■ What needs to be done ■
Repeat, exactly as written, the lines of the records below from the first through the line with "func TestTrimmedBeforeItWasRead(t *testing.T)", but none past it.

Raw data section start

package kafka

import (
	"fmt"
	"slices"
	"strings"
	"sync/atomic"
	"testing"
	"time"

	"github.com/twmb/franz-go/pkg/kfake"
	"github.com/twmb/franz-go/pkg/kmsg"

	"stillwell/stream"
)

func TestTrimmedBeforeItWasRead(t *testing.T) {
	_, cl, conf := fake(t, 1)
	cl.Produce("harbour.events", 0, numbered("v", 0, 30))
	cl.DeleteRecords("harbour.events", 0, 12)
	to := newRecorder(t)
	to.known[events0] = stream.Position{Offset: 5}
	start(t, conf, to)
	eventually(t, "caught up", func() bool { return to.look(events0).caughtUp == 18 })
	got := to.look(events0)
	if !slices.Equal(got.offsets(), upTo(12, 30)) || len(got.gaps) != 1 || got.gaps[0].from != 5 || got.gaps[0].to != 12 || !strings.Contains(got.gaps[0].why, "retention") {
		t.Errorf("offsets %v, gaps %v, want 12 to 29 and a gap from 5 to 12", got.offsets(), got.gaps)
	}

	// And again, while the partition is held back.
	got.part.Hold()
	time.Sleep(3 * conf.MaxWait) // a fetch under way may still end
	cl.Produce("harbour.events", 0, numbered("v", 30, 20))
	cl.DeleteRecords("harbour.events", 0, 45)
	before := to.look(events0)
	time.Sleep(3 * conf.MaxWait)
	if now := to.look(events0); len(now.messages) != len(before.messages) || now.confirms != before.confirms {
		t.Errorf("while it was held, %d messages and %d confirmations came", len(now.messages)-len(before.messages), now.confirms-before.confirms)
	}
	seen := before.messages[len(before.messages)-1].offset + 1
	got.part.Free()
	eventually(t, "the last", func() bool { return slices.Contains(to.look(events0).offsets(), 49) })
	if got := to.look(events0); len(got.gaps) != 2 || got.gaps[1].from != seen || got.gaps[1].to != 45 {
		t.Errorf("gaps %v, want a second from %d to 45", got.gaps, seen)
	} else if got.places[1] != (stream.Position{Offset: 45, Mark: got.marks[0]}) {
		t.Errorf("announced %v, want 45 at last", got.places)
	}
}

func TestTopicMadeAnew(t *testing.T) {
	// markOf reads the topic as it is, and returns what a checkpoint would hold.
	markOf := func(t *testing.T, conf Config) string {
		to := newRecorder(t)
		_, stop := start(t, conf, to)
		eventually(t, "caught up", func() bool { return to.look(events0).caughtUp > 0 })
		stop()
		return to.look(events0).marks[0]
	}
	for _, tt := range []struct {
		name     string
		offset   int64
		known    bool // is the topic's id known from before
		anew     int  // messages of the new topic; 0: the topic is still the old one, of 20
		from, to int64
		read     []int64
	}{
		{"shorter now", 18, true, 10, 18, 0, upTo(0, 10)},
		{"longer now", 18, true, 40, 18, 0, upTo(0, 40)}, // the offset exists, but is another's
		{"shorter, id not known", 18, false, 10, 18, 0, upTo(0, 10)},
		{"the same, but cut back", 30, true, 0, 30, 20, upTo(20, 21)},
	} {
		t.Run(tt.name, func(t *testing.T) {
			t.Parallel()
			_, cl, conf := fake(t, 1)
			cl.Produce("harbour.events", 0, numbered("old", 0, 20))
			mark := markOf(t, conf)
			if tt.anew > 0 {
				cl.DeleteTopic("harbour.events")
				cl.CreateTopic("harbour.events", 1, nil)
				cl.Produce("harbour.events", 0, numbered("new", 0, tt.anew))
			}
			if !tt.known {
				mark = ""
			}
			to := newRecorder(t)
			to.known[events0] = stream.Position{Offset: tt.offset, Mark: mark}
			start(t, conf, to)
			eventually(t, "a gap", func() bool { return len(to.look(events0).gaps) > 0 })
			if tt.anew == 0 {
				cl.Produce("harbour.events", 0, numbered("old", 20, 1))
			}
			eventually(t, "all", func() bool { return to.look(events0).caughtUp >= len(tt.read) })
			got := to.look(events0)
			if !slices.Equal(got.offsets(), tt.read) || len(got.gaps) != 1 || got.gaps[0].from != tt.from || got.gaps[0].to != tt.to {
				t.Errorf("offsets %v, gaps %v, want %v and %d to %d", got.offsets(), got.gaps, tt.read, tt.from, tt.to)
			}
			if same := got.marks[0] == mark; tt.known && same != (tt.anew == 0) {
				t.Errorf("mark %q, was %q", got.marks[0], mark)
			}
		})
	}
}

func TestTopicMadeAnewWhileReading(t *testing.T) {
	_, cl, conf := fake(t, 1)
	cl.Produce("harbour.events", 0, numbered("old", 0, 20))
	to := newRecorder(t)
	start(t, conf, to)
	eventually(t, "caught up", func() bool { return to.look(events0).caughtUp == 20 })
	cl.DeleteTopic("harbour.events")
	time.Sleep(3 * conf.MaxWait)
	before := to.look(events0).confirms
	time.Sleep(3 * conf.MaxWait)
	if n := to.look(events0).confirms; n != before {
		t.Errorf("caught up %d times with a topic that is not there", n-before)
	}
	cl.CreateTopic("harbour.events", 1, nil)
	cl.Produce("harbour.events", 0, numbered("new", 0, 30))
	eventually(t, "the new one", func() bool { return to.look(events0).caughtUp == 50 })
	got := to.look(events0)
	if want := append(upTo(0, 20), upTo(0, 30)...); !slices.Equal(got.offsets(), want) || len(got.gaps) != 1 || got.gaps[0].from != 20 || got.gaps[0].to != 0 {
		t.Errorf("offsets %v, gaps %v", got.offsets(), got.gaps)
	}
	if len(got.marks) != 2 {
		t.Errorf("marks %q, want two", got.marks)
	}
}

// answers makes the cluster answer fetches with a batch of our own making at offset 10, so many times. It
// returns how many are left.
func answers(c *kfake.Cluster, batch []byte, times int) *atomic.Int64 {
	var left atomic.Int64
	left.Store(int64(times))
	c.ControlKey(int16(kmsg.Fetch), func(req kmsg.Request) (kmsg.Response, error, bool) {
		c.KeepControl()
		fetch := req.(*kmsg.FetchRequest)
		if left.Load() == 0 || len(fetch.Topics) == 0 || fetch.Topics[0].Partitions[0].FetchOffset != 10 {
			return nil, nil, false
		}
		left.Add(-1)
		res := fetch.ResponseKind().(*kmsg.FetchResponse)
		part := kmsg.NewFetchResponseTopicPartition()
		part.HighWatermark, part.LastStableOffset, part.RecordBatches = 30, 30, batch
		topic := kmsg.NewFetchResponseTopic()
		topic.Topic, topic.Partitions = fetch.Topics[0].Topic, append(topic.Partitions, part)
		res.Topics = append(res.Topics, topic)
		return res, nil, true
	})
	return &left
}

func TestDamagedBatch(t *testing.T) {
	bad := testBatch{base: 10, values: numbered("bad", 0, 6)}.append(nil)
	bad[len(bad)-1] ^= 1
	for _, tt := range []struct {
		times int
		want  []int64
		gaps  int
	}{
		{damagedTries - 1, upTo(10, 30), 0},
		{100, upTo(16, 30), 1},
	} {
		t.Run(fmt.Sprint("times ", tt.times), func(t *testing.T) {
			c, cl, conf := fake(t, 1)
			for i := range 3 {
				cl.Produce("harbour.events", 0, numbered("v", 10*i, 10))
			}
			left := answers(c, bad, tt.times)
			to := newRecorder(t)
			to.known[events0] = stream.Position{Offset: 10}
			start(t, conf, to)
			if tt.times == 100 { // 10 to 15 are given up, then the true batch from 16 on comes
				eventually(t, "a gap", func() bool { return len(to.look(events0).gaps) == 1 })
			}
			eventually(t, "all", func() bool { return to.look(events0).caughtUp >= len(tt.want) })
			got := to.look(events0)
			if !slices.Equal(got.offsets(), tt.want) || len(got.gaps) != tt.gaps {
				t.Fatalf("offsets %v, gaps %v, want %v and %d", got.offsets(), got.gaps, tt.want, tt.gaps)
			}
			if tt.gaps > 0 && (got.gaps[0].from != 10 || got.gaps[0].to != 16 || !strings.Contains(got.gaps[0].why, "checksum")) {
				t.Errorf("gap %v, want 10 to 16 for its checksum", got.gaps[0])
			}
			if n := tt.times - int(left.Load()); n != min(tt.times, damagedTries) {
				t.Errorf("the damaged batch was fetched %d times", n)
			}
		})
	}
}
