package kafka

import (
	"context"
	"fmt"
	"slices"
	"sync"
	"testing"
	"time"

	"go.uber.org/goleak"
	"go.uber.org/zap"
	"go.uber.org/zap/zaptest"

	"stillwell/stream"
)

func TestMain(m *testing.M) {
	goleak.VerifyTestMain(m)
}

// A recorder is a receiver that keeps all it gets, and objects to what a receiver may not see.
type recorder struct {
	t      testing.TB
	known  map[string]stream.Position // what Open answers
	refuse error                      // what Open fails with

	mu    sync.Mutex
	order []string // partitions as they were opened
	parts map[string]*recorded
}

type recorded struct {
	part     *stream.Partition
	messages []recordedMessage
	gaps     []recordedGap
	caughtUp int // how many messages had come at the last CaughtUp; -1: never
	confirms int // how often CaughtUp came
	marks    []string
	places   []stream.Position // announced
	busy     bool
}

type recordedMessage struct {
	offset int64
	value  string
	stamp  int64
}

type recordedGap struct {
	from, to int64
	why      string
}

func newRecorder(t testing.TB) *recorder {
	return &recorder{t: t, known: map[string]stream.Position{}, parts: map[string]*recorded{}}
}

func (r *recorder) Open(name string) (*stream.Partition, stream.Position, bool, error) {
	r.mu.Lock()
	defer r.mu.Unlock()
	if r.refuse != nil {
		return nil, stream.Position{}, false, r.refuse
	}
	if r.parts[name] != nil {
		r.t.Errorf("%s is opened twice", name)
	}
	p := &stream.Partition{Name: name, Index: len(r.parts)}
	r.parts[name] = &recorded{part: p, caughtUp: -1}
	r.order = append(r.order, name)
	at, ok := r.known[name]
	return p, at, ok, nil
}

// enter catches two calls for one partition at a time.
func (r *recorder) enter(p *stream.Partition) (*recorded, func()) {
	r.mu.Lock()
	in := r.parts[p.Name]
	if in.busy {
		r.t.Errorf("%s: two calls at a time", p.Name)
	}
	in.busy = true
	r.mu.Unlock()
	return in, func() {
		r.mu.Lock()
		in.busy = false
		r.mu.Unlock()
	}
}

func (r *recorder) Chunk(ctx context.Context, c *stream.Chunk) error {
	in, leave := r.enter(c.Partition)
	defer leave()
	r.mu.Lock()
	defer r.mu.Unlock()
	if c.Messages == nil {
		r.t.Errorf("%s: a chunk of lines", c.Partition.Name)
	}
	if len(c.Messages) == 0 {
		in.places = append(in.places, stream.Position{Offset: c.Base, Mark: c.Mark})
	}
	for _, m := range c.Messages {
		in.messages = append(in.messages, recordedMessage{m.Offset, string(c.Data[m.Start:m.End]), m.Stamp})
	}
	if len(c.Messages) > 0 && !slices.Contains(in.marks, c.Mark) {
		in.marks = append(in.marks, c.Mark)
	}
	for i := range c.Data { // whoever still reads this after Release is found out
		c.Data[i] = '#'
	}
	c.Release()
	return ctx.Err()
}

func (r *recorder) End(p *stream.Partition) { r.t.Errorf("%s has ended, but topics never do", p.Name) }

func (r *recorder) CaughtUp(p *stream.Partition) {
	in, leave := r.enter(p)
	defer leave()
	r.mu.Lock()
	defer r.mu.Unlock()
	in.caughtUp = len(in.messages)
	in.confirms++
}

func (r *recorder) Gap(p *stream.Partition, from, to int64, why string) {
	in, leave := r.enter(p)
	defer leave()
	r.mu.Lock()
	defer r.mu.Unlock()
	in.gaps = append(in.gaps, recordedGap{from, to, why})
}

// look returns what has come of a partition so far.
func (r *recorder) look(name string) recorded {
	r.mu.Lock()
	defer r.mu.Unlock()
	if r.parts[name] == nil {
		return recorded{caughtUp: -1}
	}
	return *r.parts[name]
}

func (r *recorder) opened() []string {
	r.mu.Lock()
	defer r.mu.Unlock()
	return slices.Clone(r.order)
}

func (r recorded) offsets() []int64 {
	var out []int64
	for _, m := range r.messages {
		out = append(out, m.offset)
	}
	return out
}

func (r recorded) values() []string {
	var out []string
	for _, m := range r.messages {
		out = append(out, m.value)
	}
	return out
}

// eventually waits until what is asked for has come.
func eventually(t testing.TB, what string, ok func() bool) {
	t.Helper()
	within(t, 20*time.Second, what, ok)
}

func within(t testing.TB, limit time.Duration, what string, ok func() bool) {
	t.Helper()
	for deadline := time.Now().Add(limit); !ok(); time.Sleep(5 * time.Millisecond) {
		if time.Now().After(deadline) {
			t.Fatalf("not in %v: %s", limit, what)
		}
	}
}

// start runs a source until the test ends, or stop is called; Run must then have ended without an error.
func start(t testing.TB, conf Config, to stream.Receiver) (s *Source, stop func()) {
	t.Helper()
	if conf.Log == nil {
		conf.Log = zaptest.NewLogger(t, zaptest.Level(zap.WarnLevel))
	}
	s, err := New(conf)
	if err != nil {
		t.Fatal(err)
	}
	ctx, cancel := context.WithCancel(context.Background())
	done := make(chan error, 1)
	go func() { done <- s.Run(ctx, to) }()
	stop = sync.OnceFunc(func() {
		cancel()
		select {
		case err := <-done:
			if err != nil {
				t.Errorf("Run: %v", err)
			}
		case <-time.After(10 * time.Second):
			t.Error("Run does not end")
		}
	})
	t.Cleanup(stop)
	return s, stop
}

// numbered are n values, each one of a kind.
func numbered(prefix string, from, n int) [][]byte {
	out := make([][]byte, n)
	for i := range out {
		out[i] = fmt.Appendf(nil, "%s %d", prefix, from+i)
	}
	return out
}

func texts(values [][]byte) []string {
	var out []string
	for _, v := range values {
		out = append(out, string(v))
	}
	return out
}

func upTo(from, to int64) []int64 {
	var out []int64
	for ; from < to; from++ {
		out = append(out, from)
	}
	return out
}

Raw data section end

■ Answer space ■
package kafka

import (
	"fmt"
	"slices"
	"strings"
	"sync/atomic"
	"testing"
	"time"

	"github.com/twmb/franz-go/pkg/kfake"
	"github.com/twmb/franz-go/pkg/kmsg"

	"stillwell/stream"
)

func TestTrimmedBeforeItWasRead(t *testing.T) {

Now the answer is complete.